Очередь длинная к той будке. А на крыше будки здоровенная доска с надписью: «Адресный стол». Встал Семен в очередь и видит: лезет без очереди в дверь огромный крест на костылях.

— Куда прешь?! — закричал Семен и побежал к нему — и провалился по пояс в сугроб.

Крест прошел мимо, потом обернулся, и увидел Семен черные буквы, выбитые на середке:

«Москва, Флотская, 9, кв. 13 — И. Лякова».

— Нет, — замотал головой Семен.

— Да, — ответил крест и протянул к нему икону.

Семен взял ее и пригляделся — с иконы мигнули ему навстречу Иринины глаза.

С хрустом переломилась централка, утопился в стволе патрон. Семен от ноги левой рукой повел ствол вверх, но вырвал ружье Всем Дали Сапоги, запел:

Всем дали сапоги,


мне не дали сапоги,


прошу дать мне сапоги —


заивление-е-е!



Пробился Семен к окошечку, спросил:

— Лукерья Тихоновна Кудлан, где она сейчас?
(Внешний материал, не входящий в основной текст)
//! Cells with hazard statements or hazard classes.

use std::sync::LazyLock;

use regex::Regex;

use super::cell::value_text;
use super::pattern::{fixed, fixed_by_parts};
use crate::fault::CellFaultKind;
use crate::quantity::plain_words;
use crate::substance::HazardStatements;
use crate::workbook::CellContent;

/// A code with what may follow after a slash: `H301/311`.
static CODE: LazyLock<Regex> =
    LazyLock::new(|| fixed(r"\b(EUH|H)\s*-?\s*(\d{3})(?:\s?(FD|DF|F|D|i|A)\b)?((?:\s*/\s*\d{3}\b)*)"));
/// Lists of precautionary statements, `P305+351+338`, which say nothing of hazards.
static PRECAUTION: LazyLock<Regex> = LazyLock::new(|| fixed(r"\bP\s*-?\s*\d{3}(?:\s*[+/]\s*P?\s*\d{3})*"));
/// What may be a statement and was not read: a number without its letter between two separators, a risk phrase of the
/// old system, a hazard without its class.
static UNREAD: LazyLock<Regex> = LazyLock::new(|| {
    fixed(
        r"(?:^|[,;/+&\s-])([234]\d{2}[a-z]{0,2})\s*(?:[,;/+&-]|$)|\b(R\s?\d{2})(?:\D|$)|\b(CMR|carcinogen\w*|mutagen\w*)\b",
    )
});
static FURTHER_CODE: LazyLock<Regex> = LazyLock::new(|| fixed(r"\d{3}"));

/// Classes in folded words and the code of each category (Regulation (EC) No 1272/2008, Annex VI and, for the EUH
/// classes, as amended by Regulation (EU) 2023/707; common practice).
static CLASSES: LazyLock<Vec<Class>> = LazyLock::new(|| {
    vec![
        Class::new(
            r"(carc\w*|karz\w*|krebserz\w*)",
            &[("1a", "H350"), ("1b", "H350"), ("1", "H350"), ("2", "H351")],
        ),
        Class::new(
            r"(muta\w*|keimzellmut\w*)",
            &[("1a", "H340"), ("1b", "H340"), ("1", "H340"), ("2", "H341")],
        ),
        Class::new(
            r"(repr\w*(?: tox\w*)?|(?:toxic )?(?:for|to) reproduction|fortpfl\w*(?: \w+)?)",
            &[("1a", "H360"), ("1b", "H360"), ("1", "H360"), ("2", "H361")],
        ),
        Class::new(
            r"(stot|specific target organ tox\w*|spezifische zielorgan ?tox\w*) (re|rep\w*|wdh\w*|wiederholt\w*)(?: exp\w*)?",
            &[("1", "H372"), ("2", "H373")],
        ),
        Class::new(
            r"(ed hh|endocrine disrupt\w*(?: for)? human health)",
            &[("1", "EUH380"), ("2", "EUH381")],
        ),
        Class::new(
            r"(ed env|endocrine disrupt\w*(?: for)?(?: the)? environment)",
            &[("1", "EUH430"), ("2", "EUH431")],
        ),
        Class::new(r"aquatic acute", &[("1", "H400")]),
        Class::new(r"aquatic chronic", &[("1", "H410"), ("2", "H411"), ("3", "H412"), ("4", "H413")]),
    ]
});
/// Whole cells only: `no data` and `not classified due to lack of data` are no statement that there is none.
static NONE: LazyLock<Regex> = LazyLock::new(|| {
    fixed(concat!(
        r"^(none|no|not classified|unclassified|not hazardous|non hazardous|no hazards?|no classification|not dangerous|",
        r"no (h|hazard) (statements?|phrases?|codes?)|keine?|keine? (h satze|einstufung|gefahrenhinweise|kennzeichnung|",
        r"gefahrstoff|gefahrlicher stoff)|nicht eingestuft|nicht klassifiziert|nicht kennzeichnungspflichtig|",
        r"kein gefahrstoff|ohne|nicht gefahrlich|not subject to classification|no labelling)",
        r"( (as|als) (hazardous|dangerous|gefahrlich\w*).*| (according|in accordance|under|nach|gemass|laut|im sinne) .*|",
        r" (required|erforderlich|applicable))?$"
    ))
});
/// A classification that was not made is no word for none.
static NOT_ASSESSED: LazyLock<Regex> = LazyLock::new(|| {
    fixed(concat!(
        r"\b(data|daten\w*|datenlage|lack\w*|insufficient|information|info|angaben?|mangels|fehlend\w*|unbekannt|unknown|known|",
        r"available|verfugbar|yet|noch|sds|possible|moglich|inconclusive|assessed|bewertet|pending|tested|gepruft)\b"
    ))
});
struct Class {
    with_category: Regex,
    alone: Regex,
    codes: &'static [(&'static str, &'static str)],
}

impl Class {
    fn new(words: &'static str, codes: &'static [(&'static str, &'static str)]) -> Self {
        let with_category = format!(r"\b{words}(?: (?:cat|category|kat|kategorie))? ?(1a|1b|[1-4])\b");
        let alone = format!(r"\b{words}\b");
        Self { with_category: fixed_by_parts(&with_category), alone: fixed_by_parts(&alone), codes }
    }
}

/// The statements of a cell, and a fault where something of it could not be read. A cell that says `none` holds an
/// empty set; a cell without code, class or such a word holds no set at all.
pub(super) fn read_statements(
    content: &CellContent,
) -> Result<(Option<HazardStatements>, Option<CellFaultKind>), CellFaultKind> {
    // `none` is a word for missing elsewhere; here it says that there is no statement.
    let text = match content {
        CellContent::Text(text) if says_none(text) => {
            return Ok((Some(HazardStatements::default()), None));
        }
        CellContent::Text(_) => value_text(content),
        CellContent::Empty => None,
        CellContent::Number(_)
        | CellContent::Boolean(_)
        | CellContent::DateTime(_)
        | CellContent::Error(_) => {
            return Err(CellFaultKind::NoStatement);
        }
    };
    let Some(text) = text else {
        return Ok((None, None));
    };
    let mut codes = codes_in(&text);
    let unread = read_classes(&plain_words(&text), &mut codes)
        .map(|class| CellFaultKind::ClassWithoutCategory { class })
        .or_else(|| unread_part(&text, &codes).map(|part| CellFaultKind::StatementUnread { part }));
    match (codes.is_empty(), unread) {
        (true, None) => Err(CellFaultKind::NoStatement),
        (true, Some(fault)) => Err(fault),
        (false, None) => Ok((Some(HazardStatements::new(codes)), None)),
        (false, Some(fault)) => Ok((Some(HazardStatements::incomplete(codes)), Some(fault))),
    }
}

fn says_none(text: &str) -> bool {
    let plain = plain_words(text);
    NONE.is_match(&plain) && !NOT_ASSESSED.is_match(&plain) && !CODE.is_match(text)
}

/// What of a text may be a statement beside the codes that were found; nothing where there are none, because such a
/// cell is no cell of statements at all.
fn unread_part(text: &str, codes: &[String]) -> Option<String> {
    if codes.is_empty() {
        return None;
    }
    let without_codes = CODE.replace_all(text, ";");
    let rest = PRECAUTION.replace_all(&without_codes, " ");
    let found = UNREAD.captures(&rest)?;
    let part = found.iter().skip(1).flatten().next()?.as_str();
    let is_class = part.starts_with(|first: char| first.is_ascii_alphabetic() && first != 'R');
    let explained = is_class && codes.iter().any(|code| code.starts_with("H34") || code.starts_with("H35"));
    (!explained).then(|| part.to_owned())
}

fn codes_in(text: &str) -> Vec<String> {
    let mut codes = Vec::new();
    for found in CODE.captures_iter(text) {
        let part = |group| found.get(group).map_or("", |part: regex::Match<'_>| part.as_str());
        let prefix = part(1).to_uppercase();
        codes.push(format!("{prefix}{}{}", part(2), part(3)));
        codes.extend(FURTHER_CODE.find_iter(part(4)).map(|number| format!("{prefix}{}", number.as_str())));
    }
    codes
}

/// Adds the codes of the classes; gives back a class that stands without category and whose codes are not there.
fn read_classes(plain: &str, codes: &mut Vec<String>) -> Option<String> {
    let mut unread = None;
    for class in CLASSES.iter() {
        let mut found_category = false;
        for found in class.with_category.captures_iter(plain) {
            let category = found.iter().flatten().last().map_or("", |part| part.as_str());
            let code = class.codes.iter().find(|(known, _)| *known == category).map(|(_, code)| *code);
            // A code of the same family in the cell says more: `Repr. 1B; H360FD`.
            if let Some(code) = code {
                found_category = true;
                if !codes.iter().any(|known| known.starts_with(code)) {
                    codes.push(code.to_owned());
                }
            }
        }
        let has_code = |code: &str| codes.iter().any(|known| known.starts_with(code));
        let explained = found_category || class.codes.iter().any(|(_, code)| has_code(code));
        if !explained && let Some(found) = class.alone.find(plain) {
            unread.get_or_insert_with(|| found.as_str().to_owned());
        }
    }
    unread
}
Ирина долго листала бумаги:

— Выбыла… бессрочно…

— Куда? — проглотил Семен комок.

Кладбище встретило его тишиной. Кресты… Ворон закружился над обветшалой церквенкой, задел крылом колокол, и он отозвался: бум!

— Как же я теперь-то один? — спросил Семен ворона.

Ворон почистил о крест клюв и сказал скрипучим, противным голосом:

— Не один ты. Врешь. Вот еще…

Семен оглянулся. С дальнего конца кладбища по тропинке шел ему навстречу Семен. Сошлись. Пригляделись.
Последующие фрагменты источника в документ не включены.